In [None]:
import numpy as np
import numpy.random as nprand
import matplotlib.pyplot as plt
import seaborn as sns

# Playing with k-Armed Bandits

In this notebook, we will implement the algorithms presented in chapter 2 of Sutton's book and try to reproduce its figures.

## Bandits 

The following classes can be used to generate bandits:

In [None]:
class Bandit():
    # a one armed bandit that gives normally distributed rewards
    # with mean 'q_star' and variance 'scale'
    def __init__(self, q_star, scale):
        self.mean = q_star
        self.scale = scale
        
    def reward(self):
        return nprand.normal(self.mean, self.scale)

In [None]:
class kBandits():
    # a collection of k 1-armed bandits, normally distributed with
    # mean 'mean' and variance 'scale'
    def __init__(self, k, mean, scale):
        self.bandits = [Bandit(nprand.normal(mean, scale), 1) for i in range(0, k)]

### Example

We create a 10-armed bandit:

In [None]:
K = kBandits(10, 0, 1)

and we generate rewards to plot a figure like Fig 4.1

In [None]:
# we add a slight jitter in x to our points, for a clearer plot
points = [[i+nprand.normal(0, 0.05), K.bandits[i].reward()] for i in range(0, 10) for k in range(0, 100)]

In [None]:
x = [p[0] for p in points]
y = [p[1] for p in points]

In [None]:
ax = plt.scatter(x, y)
plt.xlabel('Action')
plt.ylabel('Reward')
plt.title('Reward distribution for a 10-armed bandit')
plt.xlim([-1, 10])
plt.show()

## Exercise: implementing the first algorithm

To implement the first algorithm of the chapter, you'll need an argmax function that breaks ties randomly:

In [None]:
def randargmax(array):
    # your function here

Hint: take a look at `numpy.where` and `numpy.random.choice`

You'll also need a function that decides wether the action should be to exploratory (random), with proba epsilon, or greedy

In [None]:
def choose_at_random(epsilon):
    # your function here
    # should return 1 if exploration, 0 otherwise

You're ready to implement the first algorithm!

In [None]:
def simple_algo(steps, epsilon):
    # your algorithm here
    # it should return an array of rewards, one per step

### Figures

To reproduce Fig 2.2, the algorithm should be run 2000 times with 1000 steps, and the mean should be taken over the 2000 rewards per step. Such operations can be easily managed using `numpy` in the following way:

In [None]:
n_episodes = 2000
n_steps = 1000

# initiate an empty array of the desired shape
rewards = np.ndarray(shape=(n_episodes, n_steps))

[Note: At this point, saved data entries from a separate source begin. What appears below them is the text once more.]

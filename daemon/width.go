package daemon

import (
	"lariat/config"
)

// slotWatch follows the intake decoder's counts of names dropped past the
// feature cap and of slots freed (intake goroutine only).
type slotWatch struct {
	dropped, freed uint64 // the decoder's counts already reported
	decoded        uint64 // records decoded
	lastDrop       uint64 // decoded at the last drop
	flooding       bool   // a flood was logged and has not ended
}

// freeAfter returns the number of decoded records after which a learned
// name no record carried gives its slot back: one whole train window of
// m's records, counted with the records held out beside it (every k-th).
// By then no record in the train window has a value for the name.
func freeAfter(m *config.Model) int {
	n := m.Window.Records
	if k := m.Holdout.Every; !m.HoldoutOff() && k >= 2 {
		n += (n + k - 2) / (k - 1)
	}
	return n
}

// watchSlots counts what the decoder dropped and freed since the last
// record (lariat_features_dropped_total, lariat_feature_slots_freed_total)
// and logs a flood of new names once: when names are first dropped, and
// again only after a whole window of records without a drop.
func (w *worker) watchSlots() {
	s := &w.slots
	s.decoded++
	if f := w.dec.Freed(); f != s.freed {
		w.mm.SlotsFreed.Add(float64(f - s.freed))
		s.freed = f
	}
	d := w.dec.Dropped()
	if d == s.dropped {
		if s.flooding && s.decoded-s.lastDrop > uint64(freeAfter(w.cfg)) {
			s.flooding = false
			w.log.Info("no channel name dropped for a whole window: the flood of new names is over")
		}
		return
	}
	w.mm.FeaturesDropped.Add(float64(d - s.dropped))
	s.dropped, s.lastDrop = d, s.decoded
	if !s.flooding {
		s.flooding = true
		w.log.Warn("feature cap reached: values of new channel names are dropped (the records train on their known channels) until names unseen for a whole window give their slots back",
			"max_features", w.dim, "window_records", freeAfter(w.cfg))
	}
}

# fill the array with the results of the algorithm
for i in range(0, np.size(rews, 0)):
    R = simple_algo(n_steps, epsilon)
    # replace the ith row with the computed rewards
    rewards[i, :] = R
    
# then take the mean over the rows using array.mean
mean_reward = rews.mean(axis=0)

You can now plot the result and compare it to the book's figure

In [None]:
plt.plot(mean_r)
plt.xlabel('Steps')
plt.ylabel('Average reward')
plt.show()

The lower part of Fig. 2.2 shows the percentage of optimal actions chosen by the algorithm. Modify your `simple_algo` to keep track of optimal actions and try to reproduce the book's bottom figure.